其实,我高中时英语很好,拿过全国竞赛一等奖。
辍学后,我基本没有时间再碰书本,确实忘了不少。
但是嫁给陆湛那一年,我为了维持卢清清富家千金的人设,婚后并没有出去工作,白天陆湛上班,我打发时间的方法,就是看书。

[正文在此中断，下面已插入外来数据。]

import { OCTAVE_BANDS_HZ } from "../../../shared/acoustics/types";
import type { Locale } from "../../../shared/i18n/index";
import { Unreadable } from "../../components/form";
import type { Typed } from "../../components/number-input";
import { cellsOf, isBlank, isFrequency, readCell } from "../../components/read-bands";

const COUNT = OCTAVE_BANDS_HZ.length;

/**
 * Attenuation of single test subjects, one a line: eight bands, or seven from 125 Hz on. A head of frequencies is left
 * out, and so is a first column of names or numbers. What is missing stays empty, what is too much can't be read:
 * neither is dropped without a word. Where some lines have eight values and some seven, the fewer of them can't be read:
 * of eight with one left out the others would stand a band too high.
 */
export function readSubjects(text: string, locale: Locale): Typed[][] {
  const rows = cellsOf(text, locale).filter((cells) => !isBlank(cells) && !isHead(cells));
  const hasNames = rows.length > 0 && namesSubjects(rows, locale);
  const subjects = rows.map((row) => (hasNames ? row.slice(1) : row));
  const others = withOther63Hz(subjects);
  return subjects.map((cells) => {
    const from = cells.length === COUNT - 1 ? 1 : 0;
    const values = cells.slice(0, COUNT - from).map((cell) => readCell(cell, locale));
    const beyond = cells
      .slice(COUNT - from)
      .filter(Boolean)
      .join(" ");
    if (beyond !== "") values[values.length - 1] = new Unreadable("too-many-bands", beyond);
    const bands = OCTAVE_BANDS_HZ.map((_, band) => values[band - from] ?? null);
    if (others.has(cells)) bands[0] = new Unreadable(OTHER_63_HZ, from === 0 ? cells[0]! : "");
    return bands;
  });
}

/** A line that differs from most in having a value at 63 Hz. */
export const OTHER_63_HZ = "other-63-hz";

function withOther63Hz(subjects: readonly string[][]): ReadonlySet<string[]> {
  const left = subjects.filter(({ length }) => length === COUNT - 1);
  const stated = subjects.filter(({ length }) => length === COUNT);
  return new Set(left.length > stated.length ? stated : stated.length > 0 ? left : []);
}

/** On which line of the text each subject stands, from 1. */
export function linesOfSubjects(text: string, locale: Locale): number[] {
  return cellsOf(text, locale).flatMap((cells, at) =>
    isBlank(cells) || isHead(cells) ? [] : [at + 1],
  );
}

const isHead = (cells: readonly string[]): boolean =>
  cells.filter(isFrequency).length >= COUNT - 1 && cells.some(namesHighest);

/** A first column beyond the bands, of words, or counting from 1. */
const namesSubjects = (rows: readonly string[][], locale: Locale): boolean =>
  rows.every(({ length }) => length === COUNT + 1) ||
  rows.every(([first = ""]) => readCell(first, locale) instanceof Unreadable) ||
  (rows.length > 1 && rows.every(([first], index) => first === String(index + 1)));

const namesHighest = (cell: string): boolean => /^8\s*(000|k)/i.test(cell);
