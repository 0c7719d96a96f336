import type { CalibrationHistory, CalibrationView } from "../../shared/schemas/outing";
import {
  type CalibrationState,
  fieldCheckDriftDb,
  isWithinTolerance,
} from "../../shared/schemas/run-doubts";
import { rows } from "../lib/db";
import { type Actor, visible } from "../lib/policy";
import { runPolicy } from "../policies";

/** SQL: the day of a calibration that an instrument failed and that none has followed, as text; null: none. */
export const FAILED_ON = (
  instrumentId: string,
) => `(SELECT CASE WHEN NOT c.has_passed THEN c.done_on::text END
  FROM instrument_calibrations c WHERE c.instrument_id = ${instrumentId} ORDER BY c.done_on DESC, c.created_at DESC LIMIT 1)`;

/** What the laboratory had said of these instruments last, each on its date. In the order asked for. */
export async function calibrationsOn(
  wanted: readonly { instrumentId: string; date: string }[],
): Promise<CalibrationState[]> {
  if (wanted.length === 0) return [];
  const found = await rows<CalibrationState>(
    // The instrument's own date is that of its latest calibration, or what somebody typed where none is on record.
    `SELECT CASE WHEN c.id IS NULL OR c.id = l.id THEN i.calibration_due_on ELSE c.due_on END::text AS "dueOn",
       CASE WHEN NOT c.has_passed THEN c.done_on::text END AS "failedOn"
     FROM jsonb_to_recordset($1::jsonb) AS x("instrumentId" uuid, date date, place int)
     LEFT JOIN instruments i ON i.id = x."instrumentId"
     LEFT JOIN LATERAL (SELECT * FROM instrument_calibrations t WHERE t.instrument_id = i.id AND t.done_on <= x.date
       ORDER BY t.done_on DESC, t.created_at DESC LIMIT 1) c ON TRUE
     LEFT JOIN LATERAL (SELECT t.id FROM instrument_calibrations t WHERE t.instrument_id = i.id
       ORDER BY t.done_on DESC, t.created_at DESC LIMIT 1) l ON TRUE
     ORDER BY x.place`,
    [JSON.stringify(wanted.map((one, place) => ({ ...one, place })))],
  );
  return found;
}

export async function calibrationOn(instrumentId: string, date: string): Promise<CalibrationState> {
  const [found] = await calibrationsOn([{ instrumentId, date }]);
  return found ?? { dueOn: null, failedOn: null };
}

type CalibrationRow = Omit<CalibrationView, "createdAt"> & { createdAt: Date; startOfDay: Date };

interface CheckedRun {
  runId: string;
  date: string;
  workerId: string | null;
  workerName: string | null;
  taskName: string | null;
  isVoid: boolean;
  keptReason: string | null;
  checkBeforeDb: number | null;
  checkAfterDb: number | null;
  /** When it was over; where only its length is known, the end of its day at the site. */
  endedAt: Date;
}

interface Good {
  at: Date;
  what: "calibration" | "field-check";
}

/**
 * An instrument's calibrations; and where the latest one failed, the runs since the last time that something showed it to
 * be right: a calibration it passed, or field checks within their tolerance at the end of a run.
 */
export async function calibrationHistory(
  actor: Actor,
  instrumentId: string,
): Promise<CalibrationHistory> {
  const found = await rows<CalibrationRow>(
    `SELECT c.id, c.done_on::text AS "doneOn", c.has_passed AS "hasPassed", c.found_error_db AS "foundErrorDb", c.due_on::text AS "dueOn",
       c.certificate_file_id AS "certificateFileId", c.note, u.name AS "authorName", c.created_at AS "createdAt",
       c.done_on::timestamp AT TIME ZONE s.time_zone AS "startOfDay"
     FROM instrument_calibrations c JOIN instruments i ON i.id = c.instrument_id JOIN sites s ON s.id = i.site_id
     LEFT JOIN users u ON u.id = c.author_id
     WHERE c.instrument_id = :instrumentId ORDER BY c.done_on DESC, c.created_at DESC`,
    { instrumentId },
  );
  const views = found.map(({ createdAt, startOfDay: _, ...one }) => ({
    ...one,
    createdAt: createdAt.toISOString(),
  }));
  const failed = found[0]?.hasPassed === false ? firstOfFailures(found) : null;
  const runs = await rows<CheckedRun>(
    `SELECT r.id AS "runId", r.date::text AS date, r.worker_id AS "workerId", w.name AS "workerName", t.name AS "taskName", r.is_void AS "isVoid",
       v.kept_reason AS "keptReason", v.check_before_db AS "checkBeforeDb", v.check_after_db AS "checkAfterDb",
       coalesce(upper(r.span), (r.date + 1)::timestamp AT TIME ZONE s.time_zone) AS "endedAt"
     FROM runs r JOIN run_revisions v ON v.id = r.current_revision_id JOIN sites s ON s.id = r.site_id
     LEFT JOIN workers w ON w.id = r.worker_id LEFT JOIN tasks t ON t.id = r.task_id
     WHERE r.instrument_id = :instrumentId AND NOT r.is_out AND ${visible(runPolicy, actor, "r")}
     ORDER BY r.date DESC, r.id DESC`,
    { instrumentId },
  );
  const good = lastGood(found, runs, failed);
  const inDoubt = failed
    ? runs.filter((run) => !run.isVoid && (good === null || run.endedAt > good.at))
    : [];
  const counts = await countResults(inDoubt.map(({ runId }) => runId));
  return {
    rows: views,
    lastGoodCheckAt: good?.at.toISOString() ?? null,
    lastGoodCheck: good?.what ?? null,
    inDoubt: inDoubt.map((run) => ({
      runId: run.runId,
      date: run.date,
      workerId: run.workerId,
      workerName: run.workerName,
      taskName: run.taskName,
      isVoid: run.isVoid,
      keptReason: run.keptReason,
      resultsCount: counts.get(run.runId) ?? 0,
    })),
  };
}

/** The earliest of the failures that no calibration has followed: it may have failed a second time after a repair. */
function firstOfFailures(latestFirst: readonly CalibrationRow[]): CalibrationRow | null {
  const passed = latestFirst.findIndex(({ hasPassed }) => hasPassed);
  const failures = passed < 0 ? latestFirst : latestFirst.slice(0, passed);
  return failures.at(-1) ?? null;
}

function lastGood(
  calibrations: readonly CalibrationRow[],
  runs: readonly CheckedRun[],
  failed: CalibrationRow | null,
): Good | null {
  const checks: Good[] = [
    ...calibrations
      .filter(({ hasPassed }) => hasPassed)
      .map(({ startOfDay }): Good => ({ at: startOfDay, what: "calibration" })),
    ...runs
      .filter((run) => {
        const drift = fieldCheckDriftDb(run.checkBeforeDb, run.checkAfterDb);
        return !run.isVoid && drift !== null && isWithinTolerance(drift);
      })
      .map(({ endedAt }): Good => ({ at: endedAt, what: "field-check" })),
  ];
  const before = failed
    ? checks.filter(({ at }) => at <= new Date(failed.startOfDay.getTime() + DAY_MS))
    : checks;
  return before.reduce<Good | null>((last, one) => (last && last.at >= one.at ? last : one), null);
}

const DAY_MS = 86_400_000;

/** Days whose current result names a revision of the run, or a level that a sample of the run went into. */
async function countResults(runIds: readonly string[]): Promise<Map<string, number>> {
  if (runIds.length === 0) return new Map();
  const found = await rows<{ runId: string; count: number }>(
    `WITH asked AS (SELECT id, worker_id, date, site_id, organization_id FROM runs WHERE id = ANY ($1::uuid[])),
     own AS (
       SELECT a.id AS run_id, d.worker_id, d.date FROM asked a JOIN days d ON d.worker_id = a.worker_id AND d.date = a.date
       JOIN day_results x ON x.id = d.current_result_id JOIN run_revisions v ON v.run_id = a.id
       WHERE x.refs @> jsonb_build_object('shifts', jsonb_build_array(jsonb_build_object('runRevisionIds', jsonb_build_array(v.id))))),
     by_level AS (
       SELECT DISTINCT m.run_id, d.worker_id, d.date FROM task_level_samples m JOIN asked a ON a.id = m.run_id
       JOIN task_levels l ON l.id = m.task_level_id JOIN days d ON d.site_id = a.site_id AND d.date >= l.effective_from
       JOIN day_results x ON x.id = d.current_result_id
       WHERE x.refs @> jsonb_build_object('shifts', jsonb_build_array(jsonb_build_object('tasks', jsonb_build_array(jsonb_build_object('levelId', l.id))))))
     SELECT run_id AS "runId", count(*)::int AS count FROM (SELECT * FROM own UNION SELECT * FROM by_level) u GROUP BY run_id`,
    [runIds],
  );
  return new Map(found.map(({ runId, count }) => [runId, count]));
}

陆湛有很多英文书,我一边翻着字典一边看,看完了半个书柜的书。
一次,我看得入迷,连陆湛到家了都没发现。
看完一段,我抬头时,才发现他早已换了衣服,嘴角噙笑,就那么倚靠在门框处看着我。
也不知看了多久。
四目相对,夕阳的最后一抹光,在他身上洒下一层金色薄纱。
他走过来,一把将我打横抱起,笑着说:「我是真没想到,有一天需要和我自以为宝贝的书来抢老婆。」
他坐在沙发上,将我圈在怀中,指着我手上的书,「我看看,看到哪里了这么入迷。」
我翻开书给他看。
他指着其中一行,「If equal affection can not be, let the more loving be me.」
他笑笑,「什么意思?」
我脸一红,「你又不是不知道,还来问我。」
「嗯。」他单手将我的发拨到耳后,吻一路向下。
那晚,他将筋疲力尽昏昏欲睡的我抱回卧室,我睡着的前一刻,听到他在我耳边说:
「老婆,let the more loving be me.」
「咣当」一声,水杯翻倒的声音将我思绪拉回,卢清清手忙脚乱地拿纸擦着桌子。
陆湛抽了几张纸帮她擦手,声音温柔,「看看你,怎么这么不小心。」
将桌子收拾好,陆湛对卢清清道:「就先这么定了吧,你妹妹她没有工作经验,去别处估计也够难,她身份特殊,你若是去别处求人,岳父知道没准也不高兴,就先到陆氏来学习学习,陆氏只有几个高管认识你,她在这里对你也更好,等个一年半载再出去找工作也好找。」
说罢,他转头面向我,「工作很简单,就是收发邮件,不过你既然想要工作,就要认真,犯了错误,也会一样挨批,还有,」他顿了顿,正色道,「以前的一些工作习惯,要改一改,陆氏风气很正,不允许有一些乱七八糟的东西。」
「哎呀阿湛,」卢清清赶忙道,「你这么严肃干吗,别吓坏小澈,小澈,你说句话啊。」
「我知道,我会好好做的。」我默了下,「谢谢你,姐夫。」
正在这时,卢清清的电话突然响了。
她走到窗边接电话。
「妈,我接到小澈了,我看情况,好,好……」
我和陆湛沉默吃饭,他突然抬起头。
「你叫什么名字?」
我对上他的双眸,轻声道:「尹澜澈。」
「嗯。」他放下碗,「我叫陆湛。」
6
第二天,陆湛先回了海城。
我坚持留在安县医院陪父亲再待一周,卢清清便也留了下来,说和我做个伴。
卢清清让我和她一起住酒店,我拒绝了。
家中久不住人,不少地方都落了厚厚的灰,我上上下下打扫了一遍。
父亲房中放着一个老式样的破旧写字台,桌子腿处都结了蜘蛛网,我蹲下打扫时,不小心碰到上面的桌子底板,抽屉咣当几声,就掉了下来。
抽屉里的东西散落一地,我边揉着脑袋边一个一个捡,突然看到一本陌生的老式相册。
相册里放着的,是我从未见过的一些照片。
年轻的父亲骑着自行车,挺拔潇洒,母亲坐在后座,紧紧抱着他的腰,笑得甜蜜。
带着新郎红花的父亲,背着身着喜服一脸娇羞的母亲。